/// The grid benchmark. For every `d` (`--d`, default 5,9,13,17,21,25) and `p` (`--p`, default
/// 0.001,0.003,0.005,0.007): the generated rotated surface code with `d` rounds under
/// `circuit p=…`, its matchable fault graph, `--shots` shots (default 2000) sampled
/// independently per edge with a fixed seed, decoded on one thread by the sparse MWPM and
/// union-find in `--reps` interleaved passes (default 3; each shot's best time is kept, as the
/// machine is shared), and by the reference MWPM once. The reference runs only up to
/// `--ref-max-d` (default 17; beyond, single shots take seconds) and stops after
/// `--ref-budget` seconds (default 20) per point, reporting the shots it did; the failure
/// counts of the two MWPM decoders are compared on those shots. `--only mwpm|uf` times one
/// decoder alone (for profiling). Then: the least-squares exponent of sparse-MWPM time per
/// shot against events per shot over d = 9..25 at p = 0.005 (the target: <= 1.2).
fn grid(args: &[String]) {
    let ds: Vec<u32> = list(args, "--d").unwrap_or(vec![5, 9, 13, 17, 21, 25]);
    let ps: Vec<f64> = list(args, "--p").unwrap_or(vec![0.001, 0.003, 0.005, 0.007]);
    let first = |name: &str| list::<f64>(args, name).and_then(|v| v.first().copied());
    let shots = first("--shots").map_or(2000, |x| x as usize);
    let reps = first("--reps").map_or(3, |x| x as usize);
    let budget = first("--ref-budget").unwrap_or(20.0);
    let ref_max_d = first("--ref-max-d").map_or(17, |x| x as u32);
    let only: Option<String> = list::<String>(args, "--only").and_then(|v| v.first().cloned());
    println!(
        "sparse MWPM vs reference MWPM and union-find; rotated surface code, d rounds, \
         circuit p, {shots} shots per point, best of {reps} interleaved passes, one thread"
    );
    println!(
        "{:>3} {:>6} {:>6} {:>8} | {:>9} {:>7} {:>7} | {:>9} {:>6} | {:>9} {:>6} {:>6} | \
         failures mwpm/ref/uf",
        "d",
        "p",
        "dets",
        "ev/shot",
        "mwpm us",
        "us/ev",
        "max/med",
        "uf us",
        "mw/uf",
        "ref us",
        "ref/mw",
        "shots",
    );
    let mut fit: Vec<(f64, f64)> = Vec::new();
    for &d in &ds {
        for &p in &ps {
            let g = circuit_graph(d, d, p);
            let mwpm = Mwpm::new(&g).expect("valid graph");
            let uf = UnionFind::new(&g).expect("valid graph");
            let data = sample(&g, shots, 2026 + u64::from(d));
            let events: f64 =
                data.iter().map(|(e, _)| e.len()).sum::<usize>() as f64 / data.len() as f64;
            let head = format!("{d:>3} {p:>6} {:>6} {events:>8.1}", g.num_detectors);
            match only.as_deref() {
                Some("mwpm") | Some("uf") => {
                    let dec: &dyn Decoder = if only.as_deref() == Some("uf") {
                        &uf
                    } else {
                        &mwpm
                    };
                    let r = time_interleaved(&[dec], &data, reps);
                    println!(
                        "{head} | {:>9.2} us/shot ({})",
                        mean_us(&r[0].0),
                        only.as_deref().unwrap_or("")
                    );
                    continue;
                }
                _ => {}
            }
            let r = time_interleaved(&[&mwpm, &uf], &data, reps);
            let (t_mw, f_mw) = &r[0];
            let (t_uf, f_uf) = &r[1];
            let mw = mean_us(t_mw);
            let uf_us = mean_us(t_uf);
            if (p - 0.005).abs() < 1e-12 && d >= 9 {
                fit.push((events.ln(), mw.ln()));
            }
            let max = t_mw.iter().copied().fold(0.0, f64::max);
            let ratio = max / median(t_mw).max(1e-9);
            let (t_ref, f_ref) = if d <= ref_max_d {
                // All-pairs tables stop at 2048 detectors and its blossom step is cubic in
                // the events of a component, so it gets a time budget.
                let reference = ReferenceMwpm::new(&g).expect("valid graph");
                time_shots(&reference, &data, budget)
            } else {
                (Vec::new(), 0)
            };
            let done = t_ref.len();
            let f_mw_prefix = data[..done]
                .iter()
                .filter(|(e, actual)| {
                    let got = mwpm.decode(e);
                    got.observables != *actual || got.unmatched > 0
                })
                .count();
            let ref_us = mean_us(&t_ref);
            let ref_text = if done == 0 {
                format!("{:>9} {:>6} {:>6} | {f_mw}/-/{f_uf}", "skipped", "-", 0)
            } else if done == data.len() {
                format!(
                    "{ref_us:>9.1} {:>6.1} {done:>6} | {f_mw}/{f_ref}/{f_uf}",
                    ref_us / mw
                )
            } else {
                format!(
                    "{ref_us:>9.1} {:>6.1} {done:>6} | {f_mw}/-/{f_uf}; on the first {done} \
                     shots {f_mw_prefix}/{f_ref}",
                    ref_us / mw
                )
            };
            println!(
                "{head} | {mw:>9.2} {:>7.3} {ratio:>7.1} | {uf_us:>9.2} {:>6.2} | {ref_text}",
                mw / events.max(1e-9),
                mw / uf_us,
            );
        }
    }
    if fit.len() >= 2 {
        let n = fit.len() as f64;
        let (sx, sy) = fit
            .iter()
            .fold((0.0, 0.0), |(a, b), &(x, y)| (a + x, b + y));
        let (mx, my) = (sx / n, sy / n);
        let num: f64 = fit.iter().map(|&(x, y)| (x - mx) * (y - my)).sum();
        let den: f64 = fit.iter().map(|&(x, _)| (x - mx) * (x - mx)).sum();
        println!(
            "fitted exponent of sparse-MWPM time per shot vs events per shot, d >= 9 at \
             p = 0.005: {:.3}",
            num / den
        );
    }
}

§ **Problem description**:
Nothing in the records may be dropped; reproduce them exactly.

§ **Response**:
/// The grid benchmark. For every `d` (`--d`, default 5,9,13,17,21,25) and `p` (`--p`, default
/// 0.001,0.003,0.005,0.007): the generated rotated surface code with `d` rounds under
/// `circuit p=…`, its matchable fault graph, `--shots` shots (default 2000) sampled
/// independently per edge with a fixed seed, decoded on one thread by the sparse MWPM and
/// union-find in `--reps` interleaved passes (default 3; each shot's best time is kept, as the
/// machine is shared), and by the reference MWPM once. The reference runs only up to
/// `--ref-max-d` (default 17; beyond, single shots take seconds) and stops after
/// `--ref-budget` seconds (default 20) per point, reporting the shots it did; the failure
/// counts of the two MWPM decoders are compared on those shots. `--only mwpm|uf` times one
/// decoder alone (for profiling). Then: the least-squares exponent of sparse-MWPM time per
/// shot against events per shot over d = 9..25 at p = 0.005 (the target: <= 1.2).
fn grid(args: &[String]) {
    let ds: Vec<u32> = list(args, "--d").unwrap_or(vec![5, 9, 13, 17, 21, 25]);
    let ps: Vec<f64> = list(args, "--p").unwrap_or(vec![0.001, 0.003, 0.005, 0.007]);
    let first = |name: &str| list::<f64>(args, name).and_then(|v| v.first().copied());
    let shots = first("--shots").map_or(2000, |x| x as usize);
    let reps = first("--reps").map_or(3, |x| x as usize);
    let budget = first("--ref-budget").unwrap_or(20.0);
    let ref_max_d = first("--ref-max-d").map_or(17, |x| x as u32);
    let only: Option<String> = list::<String>(args, "--only").and_then(|v| v.first().cloned());
    println!(
        "sparse MWPM vs reference MWPM and union-find; rotated surface code, d rounds, \
         circuit p, {shots} shots per point, best of {reps} interleaved passes, one thread"
    );
    println!(
        "{:>3} {:>6} {:>6} {:>8} | {:>9} {:>7} {:>7} | {:>9} {:>6} | {:>9} {:>6} {:>6} | \
         failures mwpm/ref/uf",
        "d",
        "p",
        "dets",
        "ev/shot",
        "mwpm us",
        "us/ev",
        "max/med",
        "uf us",
        "mw/uf",
        "ref us",
        "ref/mw",
        "shots",
    );
    let mut fit: Vec<(f64, f64)> = Vec::new();
    for &d in &ds {
        for &p in &ps {
            let g = circuit_graph(d, d, p);
            let mwpm = Mwpm::new(&g).expect("valid graph");
            let uf = UnionFind::new(&g).expect("valid graph");
            let data = sample(&g, shots, 2026 + u64::from(d));
            let events: f64 =
                data.iter().map(|(e, _)| e.len()).sum::<usize>() as f64 / data.len() as f64;
            let head = format!("{d:>3} {p:>6} {:>6} {events:>8.1}", g.num_detectors);
            match only.as_deref() {
                Some("mwpm") | Some("uf") => {
                    let dec: &dyn Decoder = if only.as_deref() == Some("uf") {
                        &uf
                    } else {
                        &mwpm
                    };
                    let r = time_interleaved(&[dec], &data, reps);
                    println!(
                        "{head} | {:>9.2} us/shot ({})",
                        mean_us(&r[0].0),
                        only.as_deref().unwrap_or("")
                    );
                    continue;
                }
                _ => {}
            }
            let r = time_interleaved(&[&mwpm, &uf], &data, reps);
            let (t_mw, f_mw) = &r[0];
            let (t_uf, f_uf) = &r[1];
            let mw = mean_us(t_mw);
            let uf_us = mean_us(t_uf);
            if (p - 0.005).abs() < 1e-12 && d >= 9 {
                fit.push((events.ln(), mw.ln()));
            }
            let max = t_mw.iter().copied().fold(0.0, f64::max);
            let ratio = max / median(t_mw).max(1e-9);
            let (t_ref, f_ref) = if d <= ref_max_d {
                // All-pairs tables stop at 2048 detectors and its blossom step is cubic in
                // the events of a component, so it gets a time budget.
                let reference = ReferenceMwpm::new(&g).expect("valid graph");
                time_shots(&reference, &data, budget)
            } else {
                (Vec::new(), 0)
            };
            let done = t_ref.len();
            let f_mw_prefix = data[..done]
                .iter()
                .filter(|(e, actual)| {
                    let got = mwpm.decode(e);
                    got.observables != *actual || got.unmatched > 0
                })
                .count();
            let ref_us = mean_us(&t_ref);
            let ref_text = if done == 0 {
                format!("{:>9} {:>6} {:>6} | {f_mw}/-/{f_uf}", "skipped", "-", 0)
            } else if done == data.len() {
                format!(
                    "{ref_us:>9.1} {:>6.1} {done:>6} | {f_mw}/{f_ref}/{f_uf}",
                    ref_us / mw
                )
            } else {
                format!(
                    "{ref_us:>9.1} {:>6.1} {done:>6} | {f_mw}/-/{f_uf}; on the first {done} \
                     shots {f_mw_prefix}/{f_ref}",
                    ref_us / mw
                )
            };
            println!(
                "{head} | {mw:>9.2} {:>7.3} {ratio:>7.1} | {uf_us:>9.2} {:>6.2} | {ref_text}",
                mw / events.max(1e-9),
                mw / uf_us,
            );
        }
    }
    if fit.len() >= 2 {
        let n = fit.len() as f64;
        let (sx, sy) = fit
            .iter()
            .fold((0.0, 0.0), |(a, b), &(x, y)| (a + x, b + y));
        let (mx, my) = (sx / n, sy / n);
        let num: f64 = fit.iter().map(|&(x, y)| (x - mx) * (y - my)).sum();
        let den: f64 = fit.iter().map(|&(x, _)| (x - mx) * (x - mx)).sum();
        println!(
            "fitted exponent of sparse-MWPM time per shot vs events per shot, d >= 9 at \
             p = 0.005: {:.3}",
            num / den
        );
    }
}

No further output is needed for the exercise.